PhD network

Impacts of agronomic practices on wheat stem diseases

PhD student: Bela Fistric
Main supervisor: Jon West

​

Wheat is the primary arable crop produced in the United Kingdom and Denmark. One of the key threats to wheat crops are fungal pathogens which can account for 15-20% yield loss per annum. One crop protection strategy is the use of chemical fungicides however, fungicides are costly and can be detrimental to local wildlife and water systems. Another way to help mitigate these pathogens whilst using less fungicides is by adapting agronomic practices. The severity of stem pathogens such as Eyespot (Oculimacula sp) is affected by the agronomic practices used in the fields such as crop rotation or tillage but it unknown exactly how much of this control can be attributed to agronomy versus fungicide use. This project will be comparing farms in the UK and Denmark as both countries have very similar climates however, farmers in Denmark tend to use far lower fungicide doses (spending an average of £46.29 or 397.72DKK less per hectare).
This project aims to investigate stem pathogen phenotypes, use molecular profiling to precisely diagnose pathogens, and investigate the relationship between agronomic practices and pathogen prevalence. This research should help to inform best practice and widen our knowledge of wheat stem diseases.

​

​

Towards a mechanistic understanding of disease suppressive soils

PhD student: Kelis Fisher
Main supervisor: Tim Daniell

​

My focus is on what is happening in and around the soil to create the phenomena: disease suppressive soils. These have been found in many systems and are known to reduce crop disease, improving the reliability of yields.

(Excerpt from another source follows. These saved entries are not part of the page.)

#[cfg(test)]
mod tests {
    use super::*;
    use crate::system::thermo::{system_pks, validate_system};
    use crate::system::MAX_STEPS;

    const IDS: [&str; 25] = [
        "acetate",
        "formate",
        "citrate",
        "phosphate",
        "carbonate",
        "borate",
        "ammonium",
        "tris",
        "hepes",
        "mes",
        "mops",
        "pipes",
        "bicine",
        "tricine",
        "glycine",
        "succinate",
        "imidazole",
        "bistris",
        "aces",
        "ches",
        "caps",
        "tes",
        "phthalate",
        "hypochlorous",
        "sulfide",
    ];

    #[test]
    fn every_required_system_is_present_and_valid() {
        for id in IDS {
            let s = find_system(id).unwrap_or_else(|| panic!("missing {id}"));
            validate_system(s).unwrap_or_else(|e| panic!("{id}: {e}"));
            assert!(!s.forms.is_empty(), "{id}");
            assert!(!s.source.is_empty(), "{id}");
            assert!(s.steps.len() <= MAX_STEPS);
        }
        assert_eq!(library().len(), IDS.len());
        assert!(find_system("nope").is_none());
    }

    #[test]
    fn ids_are_unique() {
        let lib = library();
        for (i, a) in lib.iter().enumerate() {
            assert!(lib.iter().skip(i + 1).all(|b| b.id != a.id), "{}", a.id);
        }
    }

    #[test]
    fn every_form_has_a_molar_mass() {
        for s in library() {
            for f in &s.forms {
                let m = f
                    .molar_mass()
                    .unwrap_or_else(|e| panic!("{}/{}: {e}", s.id, f.id));
                assert!(m > 1.0 && m < 1000.0, "{}/{}: {m}", s.id, f.id);
                assert!(find_form(s, &f.id).is_some());
            }
        }
    }

    #[test]
    fn forms_are_charge_consistent() {
        // A neutral solid dissolves to the system in some protonation state
        // plus its spectator ions, with zero net charge: the charge of the
        // system part, −counter_charge/units, must be a species charge
        // z0 − k (k = 0..=steps) or, for strong bases like Na2S in the
        // monoprotic sulfide model, below the last species (excess → OH⁻).
        for s in library() {
            let zmin = s.z0 - s.steps.len() as i32;
            for f in &s.forms {
                let z = -counter_charge(f) / f.units;
                let exact = (zmin..=s.z0).any(|zk| (f64::from(zk) - z).abs() < 1e-9);
                // Known exceptions: borax gives 2 B(OH)3 + 2 B(OH)4⁻ (mean −½);
                // Na2S gives HS⁻ + OH⁻ in the monoprotic sulfide model.
                let known = matches!(
                    (s.id.as_str(), f.id.as_str()),
                    ("borate", "borax_10h2o" | "na2b4o7") | ("sulfide", "na2s_9h2o")
                );
                let ok_species = exact || known;
                assert!(ok_species, "{}/{}: charge {z}", s.id, f.id);
            }
        }
    }

    #[test]
    fn counter_charge_examples() {
        let p = find_system("phosphate").unwrap();
        assert_eq!(counter_charge(find_form(p, "na2hpo4_7h2o").unwrap()), 2.0);
        let t = find_system("tris").unwrap();
        assert_eq!(counter_charge(find_form(t, "tris_hcl").unwrap()), -1.0);
        assert_eq!(counter_charge(find_form(t, "tris_base").unwrap()), 0.0);
        let b = find_system("borate").unwrap();
        let borax = find_form(b, "borax_10h2o").unwrap();
        assert_eq!(borax.units, 4.0);
        assert_eq!(counter_charge(borax), 2.0);
    }

    #[test]
    fn system_pks_checks_range() {
        let hocl = find_system("hypochlorous").unwrap();
        assert!(system_pks(hocl, 4.0).is_err());
        assert!(system_pks(hocl, 20.0).is_ok());
        let ph = find_system("phthalate").unwrap();
        assert_eq!(system_pks(ph, 30.0).unwrap(), vec![2.950, 5.408]);
        assert!(system_pks(ph, 10.0).is_err());
    }

    #[test]
    fn hazards() {
        assert!(find_system("ammonium")
            .unwrap()
            .hazards
            .contains(&Hazard::Ammonia));
        assert!(find_system("sulfide")
            .unwrap()
            .hazards
            .contains(&Hazard::Sulfide));
        assert!(find_system("hypochlorous")
            .unwrap()
            .hazards
            .contains(&Hazard::Chlorine));
        assert!(find_system("phosphate")
            .unwrap()
            .hazards
            .contains(&Hazard::Corrosive));
    }

    #[test]
    fn pks_stay_finite_and_ordered_over_each_range() {
        for s in library() {
            let n = ((s.t_max_c - s.t_min_c) * 2.0).round() as i32;
            for k in 0..=n {
                let t = (s.t_min_c + f64::from(k) * 0.5).min(s.t_max_c);
                let pk = system_pks(s, t).unwrap();
                assert!(pk.iter().all(|p| p.is_finite()), "{} at {t}", s.id);
                assert!(
                    pk.windows(2).all(|w| w[0] < w[1]),
                    "{} at {t}: {pk:?}",
                    s.id
                );
            }
        }
    }
}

This project aims to investigate what might be causing the conditions that promote crop health, with the aim to adapt the mechanisms to allow for application and promotion of suppressive soils on farm land.

​

​

Using environmental DNA to assess soil health bioindicators and their relationship to crop nutrition and production under different

agricultural regimes.
 

PhD student: Sabina Schneider
Main supervisor: Penelope Watt

​

Healthy crops start with healthy soils. Yet the European Soil Observatory reports that up to 89% of agricultural soils show critical functional decline, a symptom of widespread soil degradation driven by intensive agriculture. Focusing on soil health as a critical pillar of the One Crop Health framework, this project monitors earthworms as bioindicators of soil health using eDNA metabarcoding, a high-throughput alternative to traditional sampling methods. Utilising both the One Crop Health farms network and field experiments, including Rothamsted’s Large Scale Rotation experiment and the University of Copenhagen’s CRUCIAL trial, we will investigate the effects of contrasting agricultural regimes on earthworm diversity and abundance. As ecosystem engineers, earthworms mediate soil processes including nutrient cycling, organic carbon sequestration, aggregate formation, and water infiltration. There is also growing evidence that earthworm activity is associated with yield benefits in agricultural
systems, particularly in low-nutrient soils. We will therefore also assess soil physicochemical properties, crop growth, yield, and nutrition via micronutrient analysis. We expect agricultural regimes that benefit soil biota and earthworms to show enhanced soil health functioning, with benefits to crop performance.

​

​

The impact of functional biodiversity in insect-weed interaction

PhD student: Caroline Bayer Frøhling
Main supervisor: Stine Kramer Jacobsen

​

Pesticides are commonly applied to suppress weeds and arthropods, but in doing so they also disrupt agroecological interactions that can enhance the natural defenses of both the crop system and individual plants. When managed strategically, weeds can function as beneficial components of the agroecosystem, contributing to the induction of resistance mechanisms in the main crop. By utilizing agroecological resilience in the cropping system, it is possible to reduce the need for pesticides, by strengthening ecological processes that regulate pest populations.
I have three different objectives, that explore different aspects of agroecological resilience:

1. Investigate induced resistance mechanisms to insect pests in cereal crops as a response to increased weed diversity.
2. Link functional diversity of weed and arthropod species communities, a trait-based approach correlating community responses to changes in weed diversity.
3. Assess arthropod predators’ utilization of weed resources by molecular analysis of predator feeding guilds.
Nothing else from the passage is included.